HARCELEMENT JUDICIAIRE: Le cas d’Ahmed Abba au Cameroun

De rendez-vous manqués en absences répétées, la justice militaire camerounaise joue avec la liberté et la vie d’Ahmed Abba, ce journaliste de RFI en haoussa, dont elle peine à établir effectivement l’éventuelle ‘’culpabilité’’ dans cette sordide affaire d’accusation quasi gratuite de « complicité d'actes de terrorisme et non-dénonciation d'actes de terrorisme».

Malgré toutes les démarches de ses avocats, les interventions de RFI, son employeur, dont les premiers responsables sont régulièrement montés au créneau pour regretter, dénoncer et condamner ; tout en exigeant que le droit soit dit, rien n’y fait…

Le tribunal militaire s’accroche et poursuit ainsi depuis 17 mois, un professionnel des médias dont le tort est certainement d’avoir pu par la force de ses relations obtenu des informations confidentielles que sa déontologie, son éthique le condamnent à protéger.
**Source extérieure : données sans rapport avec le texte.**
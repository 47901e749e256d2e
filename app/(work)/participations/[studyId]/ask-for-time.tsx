'use client'

import { useActionState, useMemo } from 'react'
import { ErrorSummary } from '@/app/ui/primitives/error-summary'
import { Field } from '@/app/ui/primitives/field'
import { Notice } from '@/app/ui/primitives/notice'
import { SubmitButton } from '@/app/ui/primitives/submit-button'
import { TextArea } from '@/app/ui/primitives/text-area'
import type { FormState } from '@/lib/web/form-state'

interface AskForTimeProps {
  studyId: string
  isLate: boolean
  action: (previous: FormState, form: FormData) => Promise<FormState>
}

const untouched: FormState = { errors: {}, values: {} }

/** A message to the coordinator; only the coordinator can move the date. */
export function AskForTime({ studyId, isLate, action }: AskForTimeProps) {
  const [state, formAction] = useActionState(action, untouched)
  const errors = useMemo(
    () => [
      ...(state.message ? [{ message: state.message }] : []),
      ...Object.entries(state.errors).flatMap(([field, messages]) =>
        messages.map((message) => ({ field, message })),
      ),
    ],
    [state],
  )
  if (state.ok) return <Notice tone="done" title={state.ok} isLive />
  const typed = state.values.message
  return (
    <form action={formAction} className="flex max-w-text flex-col items-start gap-3">
      <ErrorSummary errors={errors} />
      <input type="hidden" name="studyId" value={studyId} />
      <div className="w-full">
        <Field
          name="message"
          label="Ask the coordinator for more time"
          hint={
            isLate
              ? 'Say how much time you need, and why. Until it is granted, nothing can be returned.'
              : 'If the date cannot be kept, say so early: how much time you need, and why.'
          }
          error={state.errors.message?.join(' ')}
        >
          {(wiring) => (
            <TextArea
              {...wiring}
              defaultValue={typeof typed === 'string' ? typed : ''}
              rows={3}
              maxLength={1000}
            />
          )}
        </Field>
      </div>
      <SubmitButton variant={isLate ? 'primary' : 'plain'} pendingLabel="Sending…">
        Send to the coordinator
      </SubmitButton>
    </form>
  )
}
Et comme il refuse d’être lâche, l’exutoire c’est de le présenter tout simplement en complice objectif des terroristes, sans aucune preuve crédible.

Hier encore, les experts étaient absents au tribunal ! Quand on connait la défection des témoins, la défense d’Ahmed Baba ne peut que dénoncer des « manœuvres dilatoires » dont le but cynique est un harcèlement systématique de ‘’leur présumé coupable’’, pour le briser moralement et faire trainer aussi longtemps que possible le dénouement honteux de cette parodie de justice, ponctuée de bla-bla, pour enfumer les populations et peut-être distraire, au passage, les médias.

En attendant, trop c’est trop ! C’est pourquoi avec ce dernier report intervenu à peine 10 minutes après le début de l’audience, à cause de l’absence avérée des experts, la défense avertit que si jusqu’au 18 décembre, le rapport n’est pas déposé, elle sollicitera du juge une « relaxe pure et simple d’Ahmed Abba ». Car, il serait désormais plus qu’évident que la manifestation des preuves ne se faisant pas, le tribunal militaire n’a vraiment plus de raison d’embastiller un homme qui n’a fait qu’exercer sa liberté de presse et d’opinion.

D’ailleurs, à l’exemple des responsables de RFI, Jean-Marc Ayrault, le ministre français des Affaires étrangères, a, lui aussi, demandé au nom de son pays, la libération d’Ahmed Abba. C’est aussi le lieu de fustiger une certaine frilosité des médias africains, qui ne se sont pas sérieusement emparés de ce scandale, comme s’il y avait une certaine gêne à défendre un journaliste accusé de « complicité avec les terroristes », quand les preuves ne sont pas établies.

Un épouvantail que les autorités militaires et politiques camerounaises ne pourront pas éternellement agiter pour se donner l’illusion d’avoir raison…

La libération d’Ahmed Baba est désormais impérative.